Weak continuity of law

Question

Let $\mathcal{P}_2(\mathbb{R}^n)$ denote the set of all Borel probability measures on $\mathbb{R}^n$ with finite variance and weak topology. Let $X_t$ be a strong solution to the SDE with initial conditions $$ dX_t = \mu(t,X_t)dt + \sigma(t,X_t) dW_t, \mbox{ } X_0=x $$ for some Lipschitz-continuous functions $\mu$ and $\sigma$, and a Brownian motion $W_t$. Denote its conditional law $\mathbb{P}(X_t \in \cdot|X_0=x)$.

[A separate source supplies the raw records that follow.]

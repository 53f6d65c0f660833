// Fit runs, the job queue the workers drain, and the results they write.
import { sql } from 'drizzle-orm';
import { index, integer, real, sqliteTable, text, uniqueIndex } from 'drizzle-orm/sqlite-core';
import { user } from './auth';
import { campaigns } from './campaigns';
import { LUM_CLASSES, stars } from './photometry';
import { BATCH_STATUSES, type BatchStatus } from '../../contracts/batches';

const now = sql`(cast(unixepoch('subsecond') * 1000 as integer))`;

export { BATCH_STATUSES, type BatchStatus };

export const batches = sqliteTable(
  'batches',
  {
    id: text('id').primaryKey(),
    campaignId: text('campaign_id')
      .notNull()
      .references(() => campaigns.id, { onDelete: 'cascade' }),
    startedById: text('started_by_id').references(() => user.id, { onDelete: 'set null' }),
    // Fit options as given (law, R_V, A_V fixed or fitted, floor, excluded bands, clipping …).
    options: text('options', { mode: 'json' }).$type<Record<string, unknown>>().notNull(),
    bandLibraryVersion: text('band_library_version').notNull(),
    softwareVersion: text('software_version').notNull(),
    status: text('status', { enum: BATCH_STATUSES }).notNull().default('queued'),
    starCount: integer('star_count').notNull().default(0),
    // Set when this batch re-fits stars of an earlier one (stale fits, clipping, new options).
    refitOfBatchId: text('refit_of_batch_id'),
    createdAt: integer('created_at', { mode: 'timestamp_ms' }).notNull().default(now),
    finishedAt: integer('finished_at', { mode: 'timestamp_ms' }),
    notifiedAt: integer('notified_at', { mode: 'timestamp_ms' }),
  },
  (t) => [index('batches_campaign_idx').on(t.campaignId, t.createdAt)],
);

export const JOB_STATUSES = ['pending', 'leased', 'done', 'failed'] as const;
export type JobStatus = (typeof JOB_STATUSES)[number];

/**
 * The queue. A fit job is a chunk of stars of one batch (payload { starIds }). A worker claims pending jobs whose runAfter has passed (or leased ones whose lease
 * expired) in one UPDATE … RETURNING, renews the lease while working, and finishes each job in the
 * same transaction that writes its result.
 */
export const jobs = sqliteTable(
  'jobs',
  {
    id: integer('id').primaryKey({ autoIncrement: true }),
    kind: text('kind').notNull(),
    batchId: text('batch_id').references(() => batches.id, { onDelete: 'cascade' }),
    payload: text('payload', { mode: 'json' }).$type<Record<string, unknown>>().notNull(),
    // One job per star and batch: enqueueing twice with the same key is a no-op.
    idempotencyKey: text('idempotency_key').notNull(),
    status: text('status', { enum: JOB_STATUSES }).notNull().default('pending'),
    priority: integer('priority').notNull().default(0),
    // Stars in the job (a fit chunk), 1 for a job of any other kind; the progress counts add these.
    starCount: integer('star_count').notNull().default(1),
    // Stars of the job still without a result (a chunk that failed part-way wrote the others).
    starsLeft: integer('stars_left').notNull().default(1),
    attempts: integer('attempts').notNull().default(0),
    maxAttempts: integer('max_attempts').notNull().default(5),
    runAfter: integer('run_after', { mode: 'timestamp_ms' }).notNull().default(now),
    leaseOwner: text('lease_owner'),
    leaseExpiresAt: integer('lease_expires_at', { mode: 'timestamp_ms' }),
    lastError: text('last_error'),
    createdAt: integer('created_at', { mode: 'timestamp_ms' }).notNull().default(now),
    finishedAt: integer('finished_at', { mode: 'timestamp_ms' }),
  },
  (t) => [
    uniqueIndex('jobs_idempotency_unique').on(t.idempotencyKey),
    index('jobs_claim_idx').on(t.status, t.priority, t.runAfter),
    index('jobs_batch_idx').on(t.batchId, t.status),
    // The claim reads pending jobs in (priority desc, id) order and stops after its chunk; without this
    // partial index every claim would sort all pending jobs of a large batch.
    index('jobs_ready_idx').on(sql`${t.priority} desc`, t.id).where(sql`${t.status} = 'pending'`),
    // Progress: how many jobs of a batch finished within the last minute (the rate).
    index('jobs_batch_finished_idx').on(t.batchId, t.finishedAt),
  ],
);

export const LUM_CLASS_SOURCES = ['parallax', 'input', 'batch', 'assumed'] as const;
export type LumClassSource = (typeof LUM_CLASS_SOURCES)[number];

export const REVIEW_STATUSES = ['pending', 'accepted', 'flagged', 'superseded'] as const;
export type ReviewStatus = (typeof REVIEW_STATUSES)[number];

/** Exactly one result per star and batch: a fit or a recorded failure. */
export const fitResults = sqliteTable(
  'fit_results',
  {
    id: integer('id').primaryKey({ autoIncrement: true }),
    batchId: text('batch_id')
      .notNull()
      .references(() => batches.id, { onDelete: 'cascade' }),
    campaignId: text('campaign_id')
      .notNull()
      .references(() => campaigns.id, { onDelete: 'cascade' }),
    starId: integer('star_id')
      .notNull()
      .references(() => stars.id, { onDelete: 'cascade' }),
    ok: integer('ok', { mode: 'boolean' }).notNull(),
    failureReason: text('failure_reason'),
    teffK: real('teff_k'),
    teffErrK: real('teff_err_k'),
    teffErrFormalK: real('teff_err_formal_k'),
    teffLowerK: real('teff_lower_k'),
    thetaMas: real('theta_mas'),
    thetaErrMas: real('theta_err_mas'),
    radiusRsun: real('radius_rsun'),
    radiusErrRsun: real('radius_err_rsun'),
    lumLsun: real('lum_lsun'),
    lumErrLsun: real('lum_err_lsun'),
    fbolCgs: real('fbol_cgs'),
    fbolErrCgs: real('fbol_err_cgs'),
    avMag: real('av_mag'),
    avErrMag: real('av_err_mag'),
    chi2Red: real('chi2_red'),
    nBands: integer('n_bands'),
    bandsUsed: text('bands_used'),
    irExcessSigma: real('ir_excess_sigma'),
    flags: text('flags').notNull().default(''),
    // The pure Planck fit, always made beside the calibrated one and never widened by a model term.
    // teff_*, chi2_red, flags, θ, R, L and F_bol above belong to the calibrated photosphere model
    // (equal to these when the batch ran Planck only). Fits stored before the model existed were
    // copied here by drizzle/0009 and keep photosphere_name null until they are re-fitted.
    tbbK: real('tbb_k'),
    tbbErrK: real('tbb_err_k'),
    tbbErrFormalK: real('tbb_err_formal_k'),
    tbbLowerK: real('tbb_lower_k'),
    tbbChi2Red: real('tbb_chi2_red'),
    // Planck band means (erg s⁻¹ cm⁻² Å⁻¹) by band key: the second curve of the star sheet's plot.
    tbbModelFluxes: text('tbb_model_fluxes', { mode: 'json' }).$type<Record<string, number>>(),
    // Luminosity class the model used and where it came from (parallax, the star's input, the batch, assumed).
    lumClass: text('lum_class', { enum: LUM_CLASSES }),
    lumClassSource: text('lum_class_source', { enum: LUM_CLASS_SOURCES }),
    fehDex: real('feh_dex'),
    // The calibrated photosphere model (name and version); null = Planck only, or a fit made before the model.
    photosphereName: text('photosphere_name'),
    photosphereVersion: text('photosphere_version'),
    // Everything else the star sheet draws: residuals, model fluxes, excluded bands, covariance.
    detail: text('detail', { mode: 'json' }).$type<Record<string, unknown>>(),
    bandLibraryVersion: text('band_library_version').notNull(),
    softwareVersion: text('software_version').notNull(),
    reviewStatus: text('review_status', { enum: REVIEW_STATUSES }).notNull().default('pending'),
    createdAt: integer('created_at', { mode: 'timestamp_ms' }).notNull().default(now),
    // 1 for the star's current result (the catalogue's row): its newest successful fit, else its
    // newest failure. Kept by the trigger fit_results_current (drizzle/0005), whoever inserts.
    isCurrent: integer('is_current', { mode: 'boolean' }).notNull().default(true),
  },
  (t) => [
    uniqueIndex('fit_results_batch_star_unique').on(t.batchId, t.starId),
    index('fit_results_campaign_review_idx').on(t.campaignId, t.reviewStatus),
    index('fit_results_campaign_teff_idx').on(t.campaignId, t.teffK),
    index('fit_results_star_idx').on(t.starId, t.createdAt),
    // Progress and the failures list count a batch's failed fits without reading every row.
    index('fit_results_batch_ok_idx').on(t.batchId, t.ok),
    // The catalogue pages through current results sorted by one of these (keyset on value, id).
    index('fit_results_current_teff_idx').on(t.campaignId, t.teffK).where(sql`is_current = 1`),
    index('fit_results_current_lum_idx').on(t.campaignId, t.lumLsun).where(sql`is_current = 1`),
    index('fit_results_current_radius_idx').on(t.campaignId, t.radiusRsun).where(sql`is_current = 1`),
    index('fit_results_current_tbb_idx').on(t.campaignId, t.tbbK).where(sql`is_current = 1`),
    index('fit_results_current_chi2_idx').on(t.campaignId, t.chi2Red).where(sql`is_current = 1`),
    index('fit_results_current_review_idx').on(t.campaignId, t.reviewStatus).where(sql`is_current = 1`),
    index('fit_results_current_star_idx').on(t.starId).where(sql`is_current = 1`),
    // Totals and diagrams read review status, Teff, L and χ² of every current result: with all of
    // them in one index they scan it without touching the rows (catalogue totals and diagrams).
    index('fit_results_current_summary_idx').on(t.campaignId, t.reviewStatus, t.teffK, t.lumLsun, t.chi2Red).where(sql`is_current = 1`),
  ],
);
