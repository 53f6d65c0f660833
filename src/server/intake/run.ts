// The bodies of the intake jobs (decision record 0023). Each reads the upload at most once, row by
// row: the rows go through the column mapping into a staging file beside the upload, problems are
// counted and the first ones kept, and only the summary and report enter the database. An import
// then writes the staged stars in one IMMEDIATE transaction. They run in the web process's intake
// thread (src/app/intake-thread.ts), or inline in tests and scripts (drainIntakeJobs).
import { createHash } from 'node:crypto';
import { existsSync, rmSync } from 'node:fs';
import { eq } from 'drizzle-orm';
import { RowMapper, type MappedStar } from '../../core/input/apply-mapping';
import { detectMapping, type Mapping, type MappingRules, type TableCell } from '../../core/input/mapping';
import { previewRows } from '../../core/input/cells';
import { UnreadableFile, type ImageObservation } from '../../core/input/table-file';
import type { AppDatabase } from '../../db/client';
import { intakeJobs, uploads } from '../../db/schema';
import type { CheckSummary, ImportSummary, IntakeJobView } from '../../contracts/intake';
import { IntakeError } from './errors';
import { claimJob, finishJob } from './jobs';
import { readTableFile, type TableHead } from './read-table';
import { CappedProblems, fileProblem, type ReportEntry } from './report';
import { readStaged, removeStaging, stagingPathFor, StagingWriter } from './staging';
import { bandForFilter, bandKeys, campaignCounts, importInput, mappingInput, PREVIEW_ROWS, rulesInput, unreadableAnswer } from './intake';
import { recordAuditSql } from '../audit';
import { DEFAULT_INPUT_LIMITS, type InputLimits } from '../../core/input/limits';

type JobRow = typeof intakeJobs.$inferSelect;
type UploadRow = typeof uploads.$inferSelect;

/** Rows kept from the start of a file for column detection (as the synchronous intake used). */
const SAMPLE_ROWS = 50;

export interface Progress {
  rowsRead: number;
  starsWritten: number;
  phase: IntakeJobView['phase'];
}

export interface RunHooks {
  /** Called inside the import transaction after each star (tests use it to fail mid-import). */
  afterStar?: (starKey: string) => void;
  progress?: (jobId: string, p: Progress) => void;
  /** The reader limits (INPUT_MAX_*) of the process running the job; the defaults when absent. */
  limits?: Partial<InputLimits>;
}

/** What the upload view shows without reading the file again. */
export interface Inspection {
  columns: string[];
  units: (string | null)[];
  preview: string[][];
  detected: ReturnType<typeof detectMapping> | null;
  observation?: ImageObservation;
  suggestedBand?: string;
}

export interface StoredCheck {
  key: string;
  summary: CheckSummary;
  /** Whether the staging file beside the upload holds this check's good stars. */
  staged: boolean;
  /** The mapping and rules checked (absent from checks stored before they were kept). */
  mapping?: Mapping;
  rules?: MappingRules;
}
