export function starSheet(db: AppDatabase, campaignId: string, starRef: string | number): StarSheet {
  const sqlite = db.$client;
  const campaign = sqlite.prepare('SELECT id, name FROM campaigns WHERE id = ?').get(campaignId) as { id: string; name: string } | undefined;
  if (!campaign) throw new HttpError('not_found', 'No campaign with that id.');
  const star = findStar(db, campaignId, starRef);
  // Measurements are shown against the current band library; a fit's bands against the version it
  // was made with (versions are immutable), so a later change never moves an old fit's points.
  const current = getCurrentLibrary(db);

  const fits = sqlite
    .prepare(
      `SELECT r.*, b.created_at AS batch_created_at, b.started_by_id, u.name AS started_by_name
       FROM fit_results r JOIN batches b ON b.id = r.batch_id LEFT JOIN user u ON u.id = b.started_by_id
       WHERE r.star_id = ? ORDER BY b.created_at DESC, r.id DESC`,
    )
    .all(star.id) as FitRow[];
  const latest = fits[0] ?? null;
  const detail: FitDetail = latest?.detail ? (JSON.parse(latest.detail) as FitDetail) : {};
  const options = detail.options ?? {};

  const skippedBy = new Map<string, string>();
  for (const s of detail.skipped ?? []) skippedBy.set(`${s.band}\u0000${s.source}`, s.reason);
  const measurementRows = sqlite
    .prepare(
      `SELECT m.id, m.band_key, m.source, m.upload_id, up.original_name, m.mag, m.mag_err, m.fnu_jy, m.fnu_err_jy, m.upper_limit, m.quality,
              m.created_at, m.set_aside_at, m.set_aside_reason, sb.name AS set_aside_by,
              m.observation IS NOT NULL AS from_image, json_extract(m.observation, '$.filter') AS obs_filter, json_extract(m.observation, '$.dateObs') AS obs_date,
              json_extract(m.observation, '$.exptimeS') AS obs_exptime, json_extract(m.observation, '$.airmass') AS obs_airmass,
              json_extract(m.observation, '$.raDeg') AS obs_ra, json_extract(m.observation, '$.decDeg') AS obs_dec
       FROM measurements m LEFT JOIN uploads up ON up.id = m.upload_id LEFT JOIN user sb ON sb.id = m.set_aside_by_id
       WHERE m.star_id = ? ORDER BY m.band_key, m.source`,
    )
    .all(star.id) as {
    id: number; band_key: string; source: string; upload_id: string | null; original_name: string | null; mag: number | null; mag_err: number | null;
    fnu_jy: number | null; fnu_err_jy: number | null; upper_limit: number; quality: string | null;
    created_at: number; set_aside_at: number | null; set_aside_reason: string | null; set_aside_by: string | null;
    from_image: number; obs_filter: string | null; obs_date: string | null; obs_exptime: number | null; obs_airmass: number | null; obs_ra: number | null; obs_dec: number | null;
  }[];
  const num = (v: unknown) => (typeof v === 'number' && Number.isFinite(v) ? v : null);
  const str = (v: unknown) => (typeof v === 'string' && v !== '' ? v : null);
  const measurements: SheetMeasurement[] = measurementRows.map((m) => {
    const band = getBand(current, m.band_key);
    // A value brought in after the newest fit was made never reached it.
    const notUsedReason = skippedBy.get(`${m.band_key}\u0000${m.source}`) ?? (latest && m.created_at > latest.created_at ? 'added after the newest fit' : null);
    const inNewestFit: SheetMeasurement['inNewestFit'] = !latest ? null : notUsedReason !== null || !(detail.observed && m.band_key in detail.observed) ? 'not_used' : 'used';
    const setAside = m.set_aside_at !== null;
    return {
      id: m.id,
      bandKey: m.band_key,
      bandLabel: band?.label ?? null,
      pivotUm: band ? band.pivotAngstrom / 1e4 : null,
      source: m.source,
      upload: m.upload_id ? { id: m.upload_id, name: m.original_name ?? m.upload_id } : null,
      mag: m.mag,
      magErr: m.mag_err,
      fnuJy: m.fnu_jy,
      fnuErrJy: m.fnu_err_jy,
      upperLimit: m.upper_limit === 1,
      quality: m.quality,
      notUsedReason,
      inNewestFit,
      setAside: setAside ? { at: new Date(m.set_aside_at!).toISOString(), by: m.set_aside_by, reason: m.set_aside_reason } : null,
      changedSinceFit: !!latest && setAside !== (notUsedReason === SET_ASIDE_REASON),
      image: m.from_image === 1
        ? { filter: str(m.obs_filter), dateObs: str(m.obs_date), exptimeS: num(m.obs_exptime), airmass: num(m.obs_airmass), pointingRaDeg: num(m.obs_ra), pointingDecDeg: num(m.obs_dec) }
        : null,
    };
  });

  const bands: SheetBand[] = [];
  let curve: StarSheet['curve'] = null;
  let fit: SheetFit | null = null;
  if (latest) {
    const library = findLibrary(db, latest.band_library_version) ?? current;
    const floor = typeof options.floorFraction === 'number' ? options.floorFraction : 0;
    const excludedBy = new Map((detail.excluded ?? []).map((e) => [e.band, e.reason]));
    const excludedDetail = new Map((detail.excluded ?? []).flatMap((e) => (e.detail ? [[e.band, e.detail] as const] : [])));
    const withModel = latest.photosphere_name !== null;
    const planckFluxes = withModel && latest.tbb_model_fluxes ? (JSON.parse(latest.tbb_model_fluxes) as Record<string, number>) : {};
    for (const [key, obs] of Object.entries(detail.observed ?? {})) {
      const band = getBand(library, key);
      if (!band) continue;
      const pivot = band.pivotAngstrom;
      const sigma = applyFloor({ bandKey: key, fluxCgs: obs.fluxCgs, errCgs: obs.errCgs, upperLimit: obs.upperLimit }, floor).errCgs;
      const model = detail.modelFluxesCgs?.[key];
      const residual = detail.residualsSigma?.[key];
      const excludedReason = excludedBy.get(key);
      const outlier = typeof residual === 'number' && !obs.upperLimit && !excludedReason && Math.abs(residual) > OUTLIER_SIGMA;
      const role: SheetBand['role'] = excludedReason ? 'excluded' : obs.upperLimit ? 'upper_limit' : 'fitted';
      let note: string | null = null;
      if (excludedReason) note = `Not in the fit: ${EXCLUSION_LABELS[excludedReason] ?? excludedReason}${excludedDetail.has(key) ? ` (${excludedDetail.get(key)})` : ''}.`;
      else if (obs.upperLimit) note = 'Upper limit: counts only where the curve would exceed it.';
      else if (outlier) note = `More than ${OUTLIER_SIGMA}σ from the curve.`;
      bands.push({
        key,
        label: band.label,
        pivotAngstrom: pivot,
        pivotUm: pivot / 1e4,
        observedFluxCgs: obs.fluxCgs,
        errCgs: obs.errCgs,
        sigmaCgs: sigma,
        upperLimit: obs.upperLimit,
        modelFluxCgs: typeof model === 'number' && Number.isFinite(model) ? model : null,
        residualSigma: typeof residual === 'number' && Number.isFinite(residual) ? residual : null,
        observedLambdaFlux: obs.fluxCgs * pivot,
        sigmaLambdaFlux: sigma * pivot,
        modelLambdaFlux: typeof model === 'number' && Number.isFinite(model) ? model * pivot : null,
        planckModelLambdaFlux: Number.isFinite(planckFluxes[key]) ? planckFluxes[key] * pivot : null,
        role,
        outlier,
        note,
      });
    }
    bands.sort((a, b) => a.pivotAngstrom - b.pivotAngstrom);

    const law = (options.law ?? 'f99') as ExtinctionLawKey;
    const rv = typeof options.rv === 'number' ? options.rv : 3.1;
    // The blackbody drawn is the Planck fit's: with a photosphere model its own T_bb, θ and A_V
    // (the model's fit has band means only); without one, the fit itself.
    const curveTeff = withModel ? latest.tbb_k : latest.teff_k;
    const curveTheta = withModel ? (detail.planckFit?.thetaMas ?? null) : latest.theta_mas;
    const curveAv = withModel ? (detail.planckFit?.avMag ?? latest.av_mag ?? 0) : (latest.av_mag ?? 0);
    if (latest.ok === 1 && curveTeff !== null && curveTheta !== null) {
      curve = { ...sampleCurve(curveTeff, curveTheta, curveAv, law, rv), teffK: curveTeff, note: `Planck fit (blackbody), T = ${Math.round(curveTeff)} K` };
    }
    fit = {
      id: latest.id,
      batchId: latest.batch_id,
      batchCreatedAt: new Date(latest.batch_created_at).toISOString(),
      batchStartedBy: latest.started_by_id ? { id: latest.started_by_id, name: latest.started_by_name ?? 'former user' } : null,
      createdAt: new Date(latest.created_at).toISOString(),
      ok: latest.ok === 1,
      failureReason: latest.failure_reason,
      reviewStatus: latest.review_status,
      teffK: latest.teff_k,
      teffErrK: latest.teff_err_k,
      teffErrFormalK: latest.teff_err_formal_k,
      teffLowerK: latest.teff_lower_k,
      thetaMas: latest.theta_mas,
      thetaErrMas: latest.theta_err_mas,
      radiusRsun: latest.radius_rsun,
      radiusErrRsun: latest.radius_err_rsun,
      lumLsun: latest.lum_lsun,
      lumErrLsun: latest.lum_err_lsun,
      fbolCgs: latest.fbol_cgs,
      fbolErrCgs: latest.fbol_err_cgs,
      avMag: latest.av_mag,
      avErrMag: latest.av_err_mag,
      avFitted: detail.avFitted === true,
      chi2: typeof detail.chi2 === 'number' ? detail.chi2 : null,
      chi2Red: latest.chi2_red,
      nBands: latest.n_bands,
      bandsUsed: latest.bands_used ? latest.bands_used.split(' ') : [],
      irExcessSigma: latest.ir_excess_sigma,
      flags: explainFlags(latest.flags ? latest.flags.split(' ') : []),
      law: options.law ?? null,
      rv: typeof options.rv === 'number' ? options.rv : null,
      floorFraction: typeof options.floorFraction === 'number' ? options.floorFraction : null,
      bandLibraryVersion: latest.band_library_version,
      softwareVersion: latest.software_version,
      tbbK: latest.tbb_k,
      tbbErrK: latest.tbb_err_k,
      tbbErrFormalK: latest.tbb_err_formal_k,
      tbbLowerK: latest.tbb_lower_k,
      tbbChi2Red: latest.tbb_chi2_red,
      model: latest.photosphere_name === null ? null : `${latest.photosphere_name} ${latest.photosphere_version ?? ''}`.trim(),
      lumClass: latest.lum_class,
      lumClassSource: latest.lum_class_source,
      fehDex: latest.feh_dex,
    };
  }

  return {
    campaign: { id: campaign.id, name: campaign.name, fourEyes: getReviewSettings(db, campaignId).fourEyes },
    star: { id: star.id, starKey: star.star_key, raDeg: star.ra_deg, decDeg: star.dec_deg, parallaxMas: star.parallax_mas, parallaxErrMas: star.parallax_err_mas, avMag: star.av_mag },
    measurements,
    leftOut: (
      db.$client
        .prepare(
          `SELECT l.band_key, l.source, l.reason, l.detail, u.original_name FROM left_out_values l LEFT JOIN uploads u ON u.id = l.upload_id
           WHERE l.star_id = ? ORDER BY l.band_key, l.source`,
        )
        .all(star.id) as { band_key: string; source: string; reason: string; detail: string; original_name: string | null }[]
    ).map((l) => ({ bandKey: l.band_key, source: l.source, reason: l.reason, detail: l.detail, uploadName: l.original_name })),
    fit,
    bands,
    curve,
    earlierFits: fits.slice(1).map((f) => ({
      id: f.id,
      batchId: f.batch_id,
      createdAt: new Date(f.created_at).toISOString(),
      ok: f.ok === 1,
      teffK: f.teff_k,
      teffLowerK: f.teff_lower_k,
      chi2Red: f.chi2_red,
      reviewStatus: f.review_status,
    })),
    history: starHistory(db, star.id),
    carryover: fit ? carryoverOf(db, fit.id) : null,
  };
}
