def _build_groups(frames, values, slopes, key_sets, error_fn):
    """Keys with handles at thirds for every group at once, evaluated at every input frame.

    Parameters
    ----------
    frames : (n,); values, slopes : (g, n, c); key_sets : g sorted int arrays of frame indices

    Returns
    -------
    (key_frames (K,), key_values (c, K), handle_left (c, K, 2), handle_right (c, K, 2),
     starts (g,), counts (g,), channel_error (g, c), group_error (g,)), K the total number of keys;
    group g owns keys ``starts[g] : starts[g] + counts[g]``. The evaluation is, element by element,
    the arithmetic of :func:`evaluate_keys` (so the errors equal what it would give).
    """
    n_groups, n_frames, n_channels = values.shape
    counts = np.array([k.shape[0] for k in key_sets], dtype=np.intp)
    key_i = np.concatenate(key_sets).astype(np.intp)
    key_g = np.repeat(np.arange(n_groups), counts)
    starts = np.concatenate(([0], np.cumsum(counts)[:-1])).astype(np.intp)
    last = starts + counts - 1
    every_frame = bool(np.all(counts == n_frames))   # a key on every frame: exact by construction
    target = values.transpose(2, 0, 1).reshape(n_channels, -1)   # (c, g*n)
    if every_frame:
        x = np.tile(frames, n_groups)
        y = np.ascontiguousarray(target)                       # (c, K)
        m = slopes.transpose(2, 0, 1).reshape(n_channels, -1)
    else:
        x = frames[key_i]
        y = np.ascontiguousarray(values[key_g, key_i].T)
        m = np.ascontiguousarray(slopes[key_g, key_i].T)
    # Segment lengths to the next / from the previous key; outer handles mirror the inner ones,
    # a lone key gets 1/3 frame (irrelevant to evaluation).
    gap = np.diff(x)
    h_next = np.concatenate((gap, [1.0]))
    h_prev = np.concatenate(([1.0], gap))
    multi = counts > 1
    h_next[last[multi]] = h_prev[last[multi]]
    h_prev[starts[multi]] = h_next[starts[multi]]
    h_next[last[~multi]] = h_prev[starts[~multi]] = 1.0
    left_dx, right_dx = h_prev / 3.0, h_next / 3.0
    handle_left = np.empty((n_channels, x.shape[0], 2))
    handle_right = np.empty((n_channels, x.shape[0], 2))
    handle_left[:, :, 0] = x - left_dx
    handle_left[:, :, 1] = y - m * left_dx
    handle_right[:, :, 0] = x + right_dx
    handle_right[:, :, 1] = y + m * right_dx

    if every_frame:
        zeros = np.zeros(n_groups)
        return x, y, handle_left, handle_right, starts, counts, np.zeros((n_groups, n_channels)), zeros
    else:
        # Segment of every (group, frame): the group's last key at or before the frame, but never
        # its last key (evaluate_keys clips likewise); key frames take the key value exactly.
        key_flat = key_g * n_frames + key_i
        query = np.arange(n_groups * n_frames)
        seg = np.searchsorted(key_flat, query, side="right") - 1
        on_key = key_flat[seg] == query
        seg = np.where(seg == last[query // n_frames], seg - 1, seg)
        nxt = seg + 1
        h = x[nxt] - x[seg]
        third = h / 3.0
        y0, y1 = np.take(y, seg, axis=1), np.take(y, nxt, axis=1)
        slope_out = (np.take(handle_right[:, :, 1], seg, axis=1) - y0) / third
        slope_in = (y1 - np.take(handle_left[:, :, 1], nxt, axis=1)) / third
        s = (frames[query % n_frames] - x[seg]) / h
        evaluated = _hermite(s, h, y0, slope_out, y1, slope_in)
        evaluated = np.where(on_key, target, evaluated)
    channel_error = np.max(np.abs(evaluated - target).reshape(n_channels, n_groups, n_frames), axis=2).T
    group_error = np.max(error_fn(evaluated, target).reshape(n_groups, n_frames), axis=1)
    return x, y, handle_left, handle_right, starts, counts, channel_error, group_error


def _reduce_groups(frames, values, tolerance, margin, error_fn, slopes=None, measure=None):
    """Shared driver: values (g, n, c) -> (per group c curves sharing their key frames, group errors (g,)).

    ``measure``: optional (forward, inverse) pair when ``error_fn`` returns an increasing function
    of the error rather than the error itself; tolerances go through ``forward``, the reported
    group errors come back through ``inverse``.
    """
    n_groups, n_frames, n_channels = values.shape
    forward, inverse = measure if measure is not None else (lambda v: v, lambda v: v)
    if slopes is None:
        slopes = _data_slopes(frames, values)
    all_frames = np.arange(n_frames)
    if tolerance == 0.0:
        key_sets = [all_frames] * n_groups
    else:
        key_sets = list(_split_keys(frames, values, slopes, forward(np.maximum(tolerance - margin, 0.0)), error_fn))
    built = _build_groups(frames, values, slopes, key_sets, error_fn)
    failed = (built[-1] > forward(tolerance)) & (built[5] < n_frames)
    if failed.any():  # guarantee: not expected to happen, rounding only
        key_sets = [all_frames if failed[g] else key_sets[g] for g in range(n_groups)]
        built = _build_groups(frames, values, slopes, key_sets, error_fn)
    x, y, handle_left, handle_right, starts, counts, channel_error, group_error = built
    group_error = inverse(group_error)
    for arr in (x, y, handle_left, handle_right):
        arr.flags.writeable = False
    result = []
    for g in range(n_groups):
        lo, hi = starts[g], starts[g] + counts[g]
        key_frames = x[lo:hi]
        result.append([ReducedCurve._trusted(key_frames, y[c, lo:hi], handle_left[c, lo:hi], handle_right[c, lo:hi],
                                             "ALIGNED", n_frames, float(channel_error[g, c]))
                       for c in range(n_channels)])
    return result, group_error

My Question: Is the map $(x,t)\mapsto \mathbb{P}(X_t \in \cdot|X_0=x)$ from $\mathbb{R}^n\times [0,\infty)$ to $\mathcal{P}_2(\mathbb{R}^n)$ ever continuous?

Answer 1

You can write $$X_t-X_t'=x-x'+\int_0^t(\mu(s,X_s)-\mu(s,X_s'))ds+\int_0^t(\sigma(s,X_s)-\sigma(s,X_s'))dW_s $$ Then $$ \mathbb{E}(\|X_t-X_t'\|^2) \leq 3 \left(|x-x'|^2+a^2t\int_0^t \mathbb{E}(\|X_s-X_s'\|^2)ds + b^2\int_0^t\mathbb{E}(\|X_s-X_s'\|^2) ds \right)$$ with $a,b$ the lipschitz constant of $\mu$ and $\sigma$. You can therefore use Gronwall and get that for all $t\leq T$ we have $$ \mathbb{E}(\|X_t-X_t'\|^2)\leq 3|x-x'|^2\exp(Ct) $$ for some $C>0$. In particular it is continue as a function on $x$ in $L^2$ and then for the weak topology.

Similarly, one can estimate $\mathbb{E}(\|X_t-X_{t+\delta t}\|^2)$ to have the continuity as a function on $t$.